La logistique pour capter des industriels et la massification pour aller chercher la marchandise au delà du territoire, ce sont désormais l’alpha et l’oméga des politiques portuaires?

B.M.: Il nous faut une forte capacité de traitement des marchandises sur le territoire pour assurer une continuité logistique de façon à dépoter, empoter, traiter les flux, les distribuer… C’est le sens des PLPN, terrains dédiés à la logistique aménageables rapidement. Nous ouvrons en moyenne 80 000 m2 chaque année depuis 5 ans et le marché nous donne raison. Nous aurons bientôt des annonces importantes à faire sur le Parc logistique du pont de Normandie 3 (PLPN3, deux parcelles de 28,5 et 18,5 ha, à proximité directe du terminal multimodal, avec une capacité de 230 000 m2, en préparation pour fin 2019, NDLR) pour lequel on a des marques d’intérêts significatives. Le PLPN1 affiche complet sur ses 100 ha et il reste 132 000 m2 à commercialiser par Panhard sur le PLPN2 (55 ha, un entrepôt de 24 000 m2 est actuellement exploité par Bolloré Logistics et près de 48 000 m2 seront livré fin 2019 à Mediaco Vrac, NDLR).

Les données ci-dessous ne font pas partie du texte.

static st_status shape_to_geom(st_reader *r, shp_reader *s, const SHPObject *o,
                               int rec, st_geom *g)
{
    char what[160];
    if (o->nVertices < 0 || o->nParts < 0 ||
        (o->nVertices > 0 && (!o->padfX || !o->padfY)) ||
        (o->nParts > 0 && !o->panPartStart))
        return shape_fail(r, ST_ERR_FORMAT, rec, "negative or missing part or vertex list");
    if (o->nVertices > ST_SHP_MAX_VERTICES || o->nParts > ST_SHP_MAX_PARTS) {
        snprintf(what, sizeof what, "%d vertices in %d parts; the limits are %d "
                 "vertices and %d parts per shape", o->nVertices, o->nParts,
                 ST_SHP_MAX_VERTICES, ST_SHP_MAX_PARTS);
        return shape_fail(r, ST_ERR_LIMIT, rec, what);
    }
    int t = o->nSHPType;
    g->has_z = t == SHPT_POINTZ || t == SHPT_ARCZ || t == SHPT_POLYGONZ ||
               t == SHPT_MULTIPOINTZ;
    g->has_m = t == SHPT_POINTM || t == SHPT_ARCM || t == SHPT_POLYGONM ||
               t == SHPT_MULTIPOINTM || (g->has_z && o->bMeasureIsUsed);
    switch (t) {
    case SHPT_NULL:
        g->type = ST_GEOM_NULL;
        g->has_z = g->has_m = 0;
        return ST_OK;
    case SHPT_POLYGON: case SHPT_POLYGONZ: case SHPT_POLYGONM:
        return read_polygons(r, s, o, rec, g);
    case SHPT_POINT: case SHPT_POINTZ: case SHPT_POINTM:
        return read_points(o, ST_GEOM_POINT, g);
    case SHPT_MULTIPOINT: case SHPT_MULTIPOINTZ: case SHPT_MULTIPOINTM:
        return read_points(o, ST_GEOM_MULTIPOINT, g);
    case SHPT_ARC: case SHPT_ARCZ: case SHPT_ARCM:
        return read_lines(r, o, rec, g);
    }
    snprintf(what, sizeof what, "shape type %s (%d) is not supported",
             shape_type_name(t), t);
    return shape_fail(r, ST_ERR_FORMAT, rec, what);
}

static st_status read_geometry(st_reader *r, shp_reader *s, int rec, st_geom *g)
{
    capture_begin();
    SHPObject *o = SHPReadObject(s->shp, rec);
    if (!o)
        return st_reader_fail(r, ST_ERR_FORMAT, (long long)r->next_index,
                              "record %d: Shapelib cannot read the shape: %s",
                              rec + 1, capture_text("corrupt record"));
    st_status rc = shape_to_geom(r, s, o, rec, g);
    SHPDestroyObject(o);
    if (rc != ST_OK)
        st_geom_clear(g);
    return rc;
}

/* ---- reader: attributes ------------------------------------------------ */

/* Shortest of %.15g, %.16g, %.17g that reads back as v, so a value that
** goes through text and back compares equal. Returns owned text. */
static char *format_real(double v)
{
    char buf[40];
    for (int p = 15; p <= 17; p++) {
        snprintf(buf, sizeof buf, "%.*g", p, v);
        if (strtod(buf, NULL) == v)
            break;
    }
    return st_strdup(buf);
}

Il y a une fatalité portuaire française sur la multimodalité?

B.M.: Ce sont nos poches de progression.Notre sujet est bien le développement du ferroviaire et du fluvial* car c’est là que se situent les grands axes de progrès et les parts de marché à reprendre: le rail pour aller au-delà de l’Île-de-France et notre zone de chalandise doit s’étendre vers l’Ouest de l’Allemagne, la Suisse, l’Italie du Nord. Si la connexion à l’hinterland est le premier sujet qui occupe les ports nord-européens, c’est aussi le nôtre! C’est pour cela qu’on s’est investi avec d’autres ports pour que la modernisation de la ligne entre Serqueux (Seine-Maritime) et Gisors (Eure), qui permettra de désengorger l’axe Paris-Le Havre en 2020-2021, soit en haut de la pile et que l’Europe la finance à hauteur de 33 %. C’est pour cela qu’on a travaillé avec Marseille sur la mise en place d’une navette ferroviaire vers la Suisse. Le terminal multimodal procède de la même dynamique. Ce sont des projets qui nous permettent progressivement de monter en gamme sur l’offre ferroviaire.

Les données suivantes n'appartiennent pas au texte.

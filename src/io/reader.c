/*
** io/reader.c -- the generic reader: picks a format, opens it, and turns
** each feature it yields into lon/lat WGS 84.
**
** Input:  a path, optionally "file.gpkg:layer".
** Output: features numbered 0.. in read order, coordinates reprojected.
** Errors: a path that is a folder, FIFO or device (only regular files are
**         layers: a FIFO would block for ever); a layer without a CRS and
**         without --crs; a CRS PROJ does not know;
**         with strict_coords, a NaN/infinite coordinate or one PROJ cannot
**         transform (each names the file and the feature index).
*/
#include <math.h>
#include <stdio.h>
#include <string.h>
#include <sys/stat.h>

#include "ioInt.h"

static const st_reader_format *const formats[] = {
    &st_gpkg_reader_format,
    &st_shp_reader_format,
    &st_geojsonl_reader_format,
    &st_geojson_reader_format,
};

const char *st_path_ext(const char *path)
{
    const char *slash = strrchr(path, '/');
    const char *dot = strrchr(slash ? slash : path, '.');
    return dot ? dot : "";
}

char *st_path_stem(const char *path)
{
    const char *slash = strrchr(path, '/');
    const char *base = slash ? slash + 1 : path;
    const char *dot = strrchr(base, '.');
    return st_strndup(base, dot ? (size_t)(dot - base) : strlen(base));
}

st_status st_reader_fail(st_reader *r, st_status code, long long index,
                         const char *fmt, ...)
{
    st_loc loc = ST_LOC_FEATURE(r->path, index);
    va_list ap;
    va_start(ap, fmt);
    st_diags_addv(r->diags, ST_SEV_ERROR, code, &loc, fmt, ap);
    va_end(ap);
    return code;
}

/* Split "file.gpkg:layer" when the part before the last ':' is a file that
** exists and the whole spec is not. */
static st_status split_spec(const char *spec, char **path, char **layer)
{
    struct stat st;
    const char *colon = strrchr(spec, ':');
    *layer = NULL;
    if (colon && stat(spec, &st) != 0) {
        char *p = st_strndup(spec, (size_t)(colon - spec));
        if (!p)
            return ST_ERR_NOMEM;
        if (stat(p, &st) == 0) {
            *path = p;
            *layer = st_strdup(colon + 1);
            return *layer ? ST_OK : ST_ERR_NOMEM;
        }
        st_free(p);
    }
    *path = st_strdup(spec);
    return *path ? ST_OK : ST_ERR_NOMEM;
}

static st_status setup_crs(st_reader *r)
{
    const char *def = r->opt.crs_override ? r->opt.crs_override : r->crs_def;
    if (!def)
        return st_reader_fail(r, ST_ERR_PROJ, -1,
                              "the layer has no coordinate reference system; "
                              "say which one with --crs EPSG:NNNN");
    if (r->opt.keep_source_crs || st_crs_is_wgs84(def)) {
        /* a CRS PROJ cannot name is shown as written */
        r->crs_name = st_crs_identify(def);
        if (!r->crs_name)
            r->crs_name = st_strdup(def);
        return r->crs_name ? ST_OK : ST_ERR_NOMEM;
    }
    st_status rc = st_crs_to_wgs84(def, r->path, r->diags, &r->xform);
    if (rc != ST_OK)
        return rc;
    r->crs_name = st_strdup(r->xform ? st_crs_name(r->xform) : "EPSG:4326");
    return r->crs_name ? ST_OK : ST_ERR_NOMEM;
}

st_status st_reader_open(const char *spec, const st_read_options *opt,
                         st_diags *diags, st_reader **out)
{
    *out = NULL;
    st_reader *r = st_calloc(1, sizeof *r);
    if (!r)
        return ST_ERR_NOMEM;
    r->diags = diags;
    r->opt = opt ? *opt : ST_READ_OPTIONS_DEFAULT;
    r->count_hint = -1;
    st_fields_init(&r->fields);
    st_status rc = split_spec(spec, &r->path, &r->layer_request);
    if (rc != ST_OK) {
        st_reader_close(r);
        return rc;
    }
    /* A FIFO or device would block a probe (or a read) for ever, and a
    ** layer is read more than once (convert); only regular files are
    ** layers. A path that does not exist is left to the format's open. */
    struct stat st;
    if (stat(r->path, &st) == 0 && !S_ISREG(st.st_mode)) {
        rc = st_reader_fail(r, ST_ERR_IO, -1, "cannot open: %s",
                            S_ISDIR(st.st_mode) ? "it is a folder"
                                                : "not a regular file (a FIFO or a device)");
        st_reader_close(r);
        return rc;
    }
    for (size_t i = 0; i < sizeof formats / sizeof formats[0]; i++)
        if (formats[i]->probe(r->path)) {
            r->fmt = formats[i];
            break;
        }
    if (!r->fmt) {
        rc = st_reader_fail(r, ST_ERR_FORMAT, -1,
                            "unknown layer format '%s' (expected .shp, .geojson, "
                            ".geojsonl or .gpkg)", st_path_ext(r->path));
        st_reader_close(r);
        return rc;
    }
    rc = r->fmt->open(r);
    if (rc == ST_OK && !r->layer_name)
        rc = (r->layer_name = st_path_stem(r->path)) ? ST_OK : ST_ERR_NOMEM;
    if (rc == ST_OK)
        rc = setup_crs(r);
    if (rc != ST_OK) {
        st_reader_close(r);
        return rc;
    }
    *out = r;
    return ST_OK;
}

/* Reproject, then (when strict) refuse coordinates that are not finite
** or outside lon/lat range. */
static st_status finish_feature(st_reader *r, st_feature *f)
{
    st_geom *g = &f->geom;
    if (r->xform && g->ncoords) {
        size_t failed = 0;
        st_status rc = st_crs_apply(r->xform, g->xy, g->ncoords, &failed);
        if (rc != ST_OK)
            return st_reader_fail(r, rc, (long long)f->index,
                                  "coordinates could not be transformed from %s",
                                  r->crs_name);
    }
    if (!r->opt.strict_coords)
        return ST_OK;
    for (uint32_t i = 0; i < g->ncoords; i++) {
        double x = g->xy[2 * i], y = g->xy[2 * i + 1];
        if (!isfinite(x) || !isfinite(y))
            return st_reader_fail(r, ST_ERR_FORMAT, (long long)f->index,
                                  "coordinate %u is not a finite number in %s",
                                  i + 1, r->crs_name);
        if (!r->opt.keep_source_crs && (fabs(x) > 180.0 || fabs(y) > 90.0))
            return st_reader_fail(r, ST_ERR_FORMAT, (long long)f->index,
                                  "coordinate %u (%.9g %.9g) is outside the range of %s",
                                  i + 1, x, y, r->crs_name);
    }
    return ST_OK;
}

st_status st_reader_next(st_reader *r, st_feature **out)
{
    *out = NULL;
    st_feature *f = NULL;
    st_status rc = r->fmt->next(r, &f);
    if (rc != ST_OK || !f)
        return rc;
    f->index = r->next_index++;
    rc = finish_feature(r, f);
    if (rc != ST_OK) {
        st_feature_free(f);
        return rc;
    }
    *out = f;
    return ST_OK;
}

int st_reader_windowed(const st_reader *r) { return st_gpkg_reader_windowed(r); }
const st_fields *st_reader_fields(const st_reader *r) { return &r->fields; }
int st_reader_schema_fixed(const st_reader *r) { return r->schema_fixed; }
const char *st_reader_format_name(const st_reader *r) { return r->fmt->name; }
const char *st_reader_layer_name(const st_reader *r) { return r->layer_name; }
const char *st_reader_crs(const st_reader *r) { return r->crs_name; }

const char *st_reader_crs_def(const st_reader *r)
{
    return r->opt.crs_override ? r->opt.crs_override : r->crs_def;
}
long long st_reader_count_hint(const st_reader *r) { return r->count_hint; }
const char *st_reader_path(const st_reader *r) { return r->path; }

void st_reader_progress(const st_reader *r, long long *done, long long *total)
{
    *done = r->bytes_done;
    *total = r->bytes_total;
}

void st_reader_close(st_reader *r)
{
    if (!r)
        return;
    if (r->fmt && r->fmt->close)
        r->fmt->close(r);
    st_crs_free(r->xform);
    st_fields_free(&r->fields);
    st_free(r->path);
    st_free(r->layer_request);
    st_free(r->layer_name);
    st_free(r->crs_def);
    st_free(r->crs_name);
    st_free(r);
}
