/*
** cli/cmd_inspect.c -- 'stocktake inspect': profile layers before a run.
**
** Input:   one or more layers ("file" or "file.gpkg:layer"), read in their
**          own CRS (keep_source_crs) in one streaming pass each.
** Output:  per layer, on stdout: format, layer name, feature count,
**          geometry types with counts (null and empty apart), CRS, extent
**          in the source CRS and, when PROJ can, in lon/lat WGS 84; per
**          attribute: how often it is filled, how many distinct values it
**          has and its INSPECT_TOP most common values. As text, or with
**          --json as one JSON document described in docs/inspect.md.
** Errors:  a layer that cannot be opened or read, an unknown CRS, a layer
**          without a CRS and without --crs: the library's diagnostic
**          (file and place) on stderr, exit 2, and nothing more is read.
**          With --json nothing is printed on stdout then.
** Limits:  exact distinct-value tracking stops at INSPECT_DISTINCT_MAX
**          values or INSPECT_DISTINCT_BYTES bytes of value text per field;
**          beyond it the distinct count is reported as "more than N", the
**          values already tracked keep being counted exactly, and the
**          occurrences of values seen only after the cap are counted as
**          'untracked'. The top values then rank the tracked values only.
**          The lon/lat extent is the source extent's outline, densified
**          to INSPECT_EDGE_POINTS points a side, transformed: it encloses
**          the data's own lon/lat extent up to the curvature between two
**          points (negligible at footprint scale), and is not exact.
*/
#include <math.h>
#include <stdlib.h>
#include <string.h>

#include <yajl_gen.h>

#include "cli.h"
#include "stocktake/feature.h"
#include "stocktake/io.h"
#include "stocktake/strtab.h"

#define INSPECT_TOP 15
#define INSPECT_DISTINCT_MAX 200000u
#define INSPECT_DISTINCT_BYTES ((size_t)64 << 20)
#define INSPECT_EDGE_POINTS 21
#define INSPECT_TEXT_VALUE_MAX 60   /* bytes of a value shown in text mode */

void st_help_inspect(FILE *out)
{
    fprintf(out,
            "usage: stocktake inspect [--json] [--crs EPSG:N] [-q] FILE...\n"
            "\n"
            "Profile each layer: format, feature count, geometry types (null and\n"
            "empty counted apart), CRS, extent in the layer's CRS and in lon/lat,\n"
            "and for every attribute its fill rate, number of distinct values and\n"
            "its %d most common values. FILE is a .shp, .geojson, .geojsonl or\n"
            ".gpkg file; FILE.gpkg:LAYER picks one table of a GeoPackage.\n"
            "\n"
            "options:\n"
            "  --json          one JSON document on stdout (fields: docs/inspect.md)\n"
            "  --crs EPSG:N    CRS of layers that have none (or to overrule theirs)\n"
            "  -q, --quiet     no progress display\n"
            "  -h, --help      this help\n"
            "\n"
            "Distinct values are tracked exactly up to %u per field; beyond that\n"
            "the count is given as \"more than N\".\n"
            "\n"
            "exit codes: 0 done; 2 usage error, or a layer could not be read\n",
            INSPECT_TOP, INSPECT_DISTINCT_MAX);
}

/* ---- statistics of one layer --------------------------------------------- */

typedef struct field_stats {
    st_strtab *values;      /* distinct filled values, NULL until the first */
    uint64_t *counts;       /* occurrences per value id */
    uint32_t counts_cap;
    uint64_t present;       /* non-null */
    uint64_t filled;        /* non-null and non-empty */
    uint64_t untracked;     /* filled occurrences not tracked (after the cap) */
    int capped;
} field_stats;

typedef struct layer_stats {
    const char *spec;                     /* as given on the command line */
    uint64_t features;
    uint64_t by_type[ST_GEOM_OTHER + 1];  /* non-empty geometries per type */
    uint64_t null_geoms, empty_geoms, with_z, nonfinite;
    double extent[4];
    int has_extent;
    double lonlat[4];
    int has_lonlat;
    char *lonlat_note;                    /* owned; why there is no lon/lat extent */
    field_stats *fields;
    uint32_t nfields;
} layer_stats;

static void layer_stats_free(layer_stats *ls)
{
    for (uint32_t i = 0; i < ls->nfields; i++) {
        st_strtab_free(ls->fields[i].values);
        st_free(ls->fields[i].counts);
    }
    st_free(ls->fields);
    st_free(ls->lonlat_note);
    memset(ls, 0, sizeof *ls);
}

static st_status ensure_fields(layer_stats *ls, uint32_t n)
{
    if (n <= ls->nfields)
        return ST_OK;
    field_stats *f = st_realloc(ls->fields, (size_t)n * sizeof *f);
    if (!f)
        return ST_ERR_NOMEM;
    memset(f + ls->nfields, 0, (size_t)(n - ls->nfields) * sizeof *f);
    ls->fields = f;
    ls->nfields = n;
    return ST_OK;
}

static st_status count_value(field_stats *fs, const char *v)
{
    if (!v)
        return ST_OK;
    fs->present++;
    if (!*v)
        return ST_OK;
    fs->filled++;
    if (!fs->values &&
        !(fs->values = st_strtab_new(INSPECT_DISTINCT_MAX, INSPECT_DISTINCT_BYTES)))
        return ST_ERR_NOMEM;
    uint32_t id;
    st_status rc = st_strtab_intern(fs->values, v, strlen(v), &id, NULL);
    if (rc == ST_ERR_LIMIT) {
        fs->capped = 1;
        fs->untracked++;
        return ST_OK;
    }
    if (rc != ST_OK)
        return rc;
    if (id >= fs->counts_cap) {
        uint32_t cap = fs->counts_cap ? fs->counts_cap * 2 : 64;
        uint64_t *c = st_realloc(fs->counts, (size_t)cap * sizeof *c);
        if (!c)
            return ST_ERR_NOMEM;
        memset(c + fs->counts_cap, 0, (size_t)(cap - fs->counts_cap) * sizeof *c);
        fs->counts = c;
        fs->counts_cap = cap;
    }
    fs->counts[id]++;
    return ST_OK;
}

À propos du terminal multimodal, où en sont vos démarches pour pérenniser l’infrastructure au-delà de la fin de l’année, la convention d’occupation passée avec l’exploitant actuel (LHTE) ayant été dénoncée. Il se dit que votre projet de reprise en direct de l’exploitation a été rejeté par l’État.

B.M.: On ne peut pas nier que son histoire a été tumultueuse dès les premières années de son exploitation. Il est désormais d’aplomb sur un plan opérationnel et a enregistré un taux de croissance à deux chiffres sur le premier semestre**. Dans son rapport critique, La Cour des comptes avait formulé certaines recommandations comme la nécessaire unification entre le gestionnaire du terminal LHTE (actionnaires Naviland Cargo, Logi Ports Shuttle, CMA CGM et Novatrans, NDLR) et la navette ferroviaire qui assure la tournée du laitier entre les terminaux.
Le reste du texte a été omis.